* DESCRIPTION OF THE TASK *
The lines below that include "through" are to be found and copied.

* RECORDS SUPPLIED *
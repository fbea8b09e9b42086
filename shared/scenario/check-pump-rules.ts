import { brokenRules, type RuleIssue } from './rule-issue';
import type { ScenarioFields } from './scenario-input-schema';

type PumpFields = ScenarioFields['pumps'][number];

/**
 * A pump has a curve (points, or max head and flow), its points start at zero flow with flows
 * rising and heads falling, and its intake sits below the rim of its source vessel.
 */
export function checkPumpRules(fields: ScenarioFields): RuleIssue[] {
  return fields.pumps.flatMap((pump, index) => {
    const source = fields.vessels.find((vessel) => vessel.id === pump.in);
    const intakeTooHigh = source !== undefined && pump.intakeHeight >= source.height;
    const parabola =
      pump.curveKind === 'parabola' || (pump.curve === undefined && pump.curveKind === undefined);
    return [
      ...(parabola ? checkParabolaRules(pump, index) : checkCurveRules(pump.curve ?? [], index)),
      ...brokenRules([
        [
          intakeTooHigh,
          ['pumps', index, 'intakeHeight'],
          `The pump intake must be below the height of "${pump.in}" (${source?.height} m).`,
        ],
      ]),
    ];
  });
}

function checkParabolaRules(pump: PumpFields, index: number): RuleIssue[] {
  const message = 'Give the pump curve as points, or give both maxHead and maxFlow.';
  return brokenRules([
    [pump.maxHead === undefined, ['pumps', index, 'maxHead'], message],
    [pump.maxFlow === undefined, ['pumps', index, 'maxFlow'], message],
  ]);
}

function checkCurveRules(curve: NonNullable<PumpFields['curve']>, index: number): RuleIssue[] {
  const at = (...path: (string | number)[]) => ['pumps', index, 'curve', ...path];
  if (curve.length < 2) return [{ path: at(), message: 'A pump curve needs at least two points.' }];
  const issues = brokenRules([
    [
      curve[0]?.flow !== 0,
      at(0, 'flow'),
      'The first curve point is the shut-off head, at zero flow.',
    ],
  ]);
  curve.forEach((point, pointIndex) => {
    const previous = curve[pointIndex - 1];
    if (previous === undefined) return;
    issues.push(
      ...brokenRules([
        [
          point.flow <= previous.flow,
          at(pointIndex, 'flow'),
          'Curve flows must increase from one point to the next.',
        ],
        [
          point.head >= previous.head,
          at(pointIndex, 'head'),
          'Curve heads must fall as the flow rises.',
        ],
      ]),
    );
  });
  return issues;
}
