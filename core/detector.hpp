#pragma once
/// The detectors of a CISPR 16-1-1 measuring receiver, named as the scenario file and the limit
/// files name them. The detector algorithms (run on an IF envelope) grow below the enum.
#include <optional>
#include <string>
#include <string_view>
#include <vector>

namespace spurcast {

/// CISPR 16-1-1 detectors. Every one is calibrated so that an unmodulated sine reads its RMS value.
/// (The RMS-average detector of CISPR 16-1-1 is not implemented.)
enum class Detector {
  peak,        ///< "peak": maximum of the envelope
  quasi_peak,  ///< "quasi-peak": charge/discharge detector read through the critically damped meter
  average,     ///< "average": CISPR average, linear average of the envelope through the meter
};

/// All detectors in the order peak, quasi-peak, average.
[[nodiscard]] std::vector<Detector> all_detectors();
/// "peak", "quasi-peak" or "average".
[[nodiscard]] std::string to_string(Detector detector);
/// The names accepted by detector_from_string, in the order of all_detectors().
[[nodiscard]] std::vector<std::string> detector_names();
/// The detector named `name` ("peak", "quasi-peak", "average"), or nullopt.
[[nodiscard]] std::optional<Detector> find_detector(std::string_view name);
/// Like find_detector, but throws Error (no position) on an unknown name:
/// `expected one of peak, quasi-peak or average, found "qp"`.
[[nodiscard]] Detector detector_from_string(std::string_view name);

/// The time constants of CISPR 16-1-1 for one band (REFERENCES.md §1.1, from memory).
struct DetectorTimeConstants {
  double charge_s = 1e-3;       ///< [s] QP electrical charge time constant (63 % definition)
  double discharge_s = 0.160;   ///< [s] QP electrical discharge time constant (37 % definition)
  double meter_s = 0.160;       ///< [s] mechanical time constant of the critically damped meter
};

}  // namespace spurcast
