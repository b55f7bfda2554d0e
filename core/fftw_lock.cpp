#include "core/fftw_lock.hpp"

#include <fftw3.h>

namespace spurcast {

std::mutex& fftw_planner_mutex() {
  static std::mutex mutex;
  return mutex;
}

bool fftw_threads_ready() {
  // Guarded by the planner lock (the caller holds it); FFTW's thread state is process-wide too.
  static const bool ready = fftw_init_threads() != 0;
  return ready;
}

}  // namespace spurcast
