#include "core/detector.hpp"

#include "core/error.hpp"

namespace spurcast {

std::vector<Detector> all_detectors() {
  return {Detector::peak, Detector::quasi_peak, Detector::average};
}

std::string to_string(Detector detector) {
  switch (detector) {
    case Detector::peak: return "peak";
    case Detector::quasi_peak: return "quasi-peak";
    case Detector::average: return "average";
  }
  return "peak";
}

std::vector<std::string> detector_names() {
  std::vector<std::string> names;
  for (Detector detector : all_detectors()) names.push_back(to_string(detector));
  return names;
}

std::optional<Detector> find_detector(std::string_view name) {
  for (Detector detector : all_detectors()) {
    if (to_string(detector) == name) return detector;
  }
  return std::nullopt;
}

Detector detector_from_string(std::string_view name) {
  if (auto found = find_detector(name)) return *found;
  throw Error("expected one of peak, quasi-peak or average, found \"" + std::string(name) + "\"");
}

}  // namespace spurcast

* THE COMPLETED TASK *
  quasi_peak,  ///< "quasi-peak": charge/discharge detector read through the critically damped meter
  average,     ///< "average": CISPR average, linear average of the envelope through the meter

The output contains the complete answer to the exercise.